Allow Incoming Traffic to Port 1935

Real quick, we'll need to allow incoming traffic to port 1935 so that our streaming software can communicate with the server properly. This can be done by executing the following command:

$ sudo ufw allow 1935/tcp

Restart the Nginx Service

To ensure we get everything up and running, let's restart the Nginx service once:

$ sudo systemctl reload nginx.service

Add HLS Support to HTML's video Tag

There are a couple different options for adding HLS support to your on-page video element:

• Video.js: This is a widely known solution and has a lot of features built in.
• HLS.js: This is a lightweight solution that works well and is my preferred method. We'll continue with examples using this method.

Make sure to download the preferred library and include the JS files on your site.
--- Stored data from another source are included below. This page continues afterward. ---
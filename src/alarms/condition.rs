//! What stands and asks for a response.

use crate::analysis::{Evidence, Finding, FindingKind, LimitKind, Origin, Standing, Verdict};
use crate::base::{Instant, SourceId, TrainId};
use crate::plant::{Phase, StepClass};

use super::alarm::{AlarmKind, Detail};

/// Data are stale after this many times the usual spacing of exports.
const STALE_AFTER: i64 = 3;

/// Why an alarm keeps quiet by itself.
#[derive(Clone, Copy, Debug, PartialEq, Eq)]
pub enum Withheld {
    /// The train is being cleaned: what asks for a clean has its response.
    InClean,
    /// The train is out of service.
    OutOfService,
}

/// A condition that stands. With kind, train, source and subject it is one alarm.
#[derive(Clone, Debug, PartialEq)]
pub struct Condition {
    /// What it is about.
    pub kind: AlarmKind,
    /// Whose; `None` where it is not one train's.
    pub train: Option<TrainId>,
    /// Which source's.
    pub source: Option<SourceId>,
    /// What tells two of one kind and train apart; else empty.
    pub subject: String,
    /// On what evidence.
    pub evidence: Vec<Evidence>,
    /// What the evidence does not say.
    pub detail: Detail,
    /// Why it keeps quiet, if it does. Integrity and chemicals never do.
    pub withheld: Option<Withheld>,
}

impl Condition {
    fn new(kind: AlarmKind, train: Option<&TrainId>, subject: &str) -> Self {
        Self {
            kind,
            train: train.cloned(),
            source: None,
            subject: subject.to_owned(),
            evidence: Vec::new(),
            detail: Detail::None,
            withheld: None,
        }
    }

    /// A source that has delivered nothing for three times its spacing. `newest` is its newest
    /// reading, `None` before the first: what never came cannot be late. `now` is the wall clock.
    pub fn data_stale(
        source: &SourceId,
        newest: Option<Instant>,
        expected_every_us: i64,
        now: Instant,
    ) -> Option<Self> {
        let newest = newest?;
        if now.since(newest) <= expected_every_us.saturating_mul(STALE_AFTER) {
            return None;
        }
        let mut condition = Self::new(AlarmKind::DataStale, None, "");
        condition.source = Some(source.clone());
        condition.detail = Detail::NewestReading(newest);
        Some(condition)
    }

    /// An instrument that is not to be believed. `subject` is its tag; `train` is `None` where
    /// it serves several, so that one cause is one alarm.
    pub fn instrument(train: Option<&TrainId>, tag: &str, evidence: Vec<Evidence>) -> Self {
        Self { evidence, ..Self::new(AlarmKind::Instrument, train, tag) }
    }

    /// A failed integrity test, by its id.
    pub fn integrity(train: &TrainId, test: &str) -> Self {
        Self::new(AlarmKind::Integrity, Some(train), test)
    }

    /// A recorded cleaning, by its id, that brought classes together which must not meet. It
    /// stands until a later cleaning of the train is recorded without, or the record is
    /// corrected.
    pub fn chemical_conflict(
        train: &TrainId,
        cleaning: &str,
        first: StepClass,
        second: StepClass,
    ) -> Self {
        let detail = Detail::Met { first, second };
        Self { detail, ..Self::new(AlarmKind::ChemicalConflict, Some(train), cleaning) }
    }
}

/// Conditions of a train's process: a clean limit that has held, one whichever limits they are,
/// and a clean that is too good to be true. `phase` is what the train is doing now.
pub fn conditions(standing: &Standing, findings: &[Finding], phase: Phase) -> Vec<Condition> {
    let withheld = if standing.in_clean.is_some() {
        Some(Withheld::InClean)
    } else if phase == Phase::OutOfService {
        Some(Withheld::OutOfService)
    } else {
        None
    };
    clean_limit(standing, findings, withheld)
        .into_iter()
        .chain(clean_doubtful(standing, findings))
        .collect()
}

fn clean_limit(
    standing: &Standing,
    findings: &[Finding],
    withheld: Option<Withheld>,
) -> Option<Condition> {
    let first = LimitKind::ALL
        .into_iter()
        .filter(|k| k.is_clean())
        .filter_map(|k| standing.hold(k).held.map(|held| (held, k)))
        .min()?;
    let mut condition = Condition::new(AlarmKind::CleanLimit, Some(&standing.train), "");
    condition.detail = Detail::Limit(first.1);
    condition.evidence = evidence(findings, |e| {
        matches!(e.finding, FindingKind::PermeabilityLoss | FindingKind::TmpHigh)
            && e.limit_kind.is_some_and(LimitKind::is_clean)
    });
    condition.withheld = withheld;
    Some(condition)
}

fn clean_doubtful(standing: &Standing, findings: &[Finding]) -> Option<Condition> {
    let run = standing.clean.as_ref().filter(|r| r.verdict == Verdict::Doubtful)?;
    let subject = match &run.origin {
        Origin::Recorded(id) => id.clone(),
        Origin::Inferred => run.clean_start.to_utc_text(),
    };
    let mut condition = Condition::new(AlarmKind::CleanDoubtful, Some(&standing.train), &subject);
    condition.evidence = evidence(findings, |e| e.finding == FindingKind::CleanVerdict);
    Some(condition)
}

fn evidence(findings: &[Finding], wanted: impl Fn(&Evidence) -> bool) -> Vec<Evidence> {
    findings.iter().map(|f| &f.evidence).filter(|e| wanted(e)).cloned().collect()
}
In this case, we'll download the hls.min.js file, then include the following video tag:

<video id="stream" preload="auto" autoplay playsinline webkit-playsinline></video>

To start the HLS stream, you'll need the path on the server to the M3U8 file. The live stream path we set in our nginx.conf file above set the path to /var/www/stream, so we'll use that in this example:

var hls = new Hls();
var video = document.getElementById("stream");
var stream_key = "[get-user-stream-key]";

hls.loadSource("//domain.com/stream/" + stream_key + "/index.m3u8");
hls.attachMedia(video);
hls.on(Hls.Events.MANIFEST_PARSED, function() {
	video.play();
});

Here, we're creating a new HLS instance and assigning to the hls variable, then loading our source M3U8 file, attaching it to the video element, then playing the video once it's loaded.

Choosing Your Streaming Software

There are a few options for live video streaming, but OBS Studio is by far the easiest to work with, especially if you're a beginner to live streaming.

To get going, you'll just need to go to File > Settings from the navigation menu in OBS, then click the Stream tab in the left pane to edit these two settings:

• Server: The server where you Nginx application is running. As mentioned above, the application name is live, so the server name to use here would be rtmp://domain.com/live.
• Stream Key: Set this to whatever you would like. If you're managing and securing streams with stream keys associated with user accounts on your web application, you could assign specific keys to each user. This is also the name of the directory created on the server that contains the stream files for each stream.

Conclusion

There's a ton of information to digest when considering setting up a live video streaming server, but this tutorial covers a lot of the basics to get you going right away!

You can download the configuration file from my GitHub repository and make updates as needed for your situation and your server resources.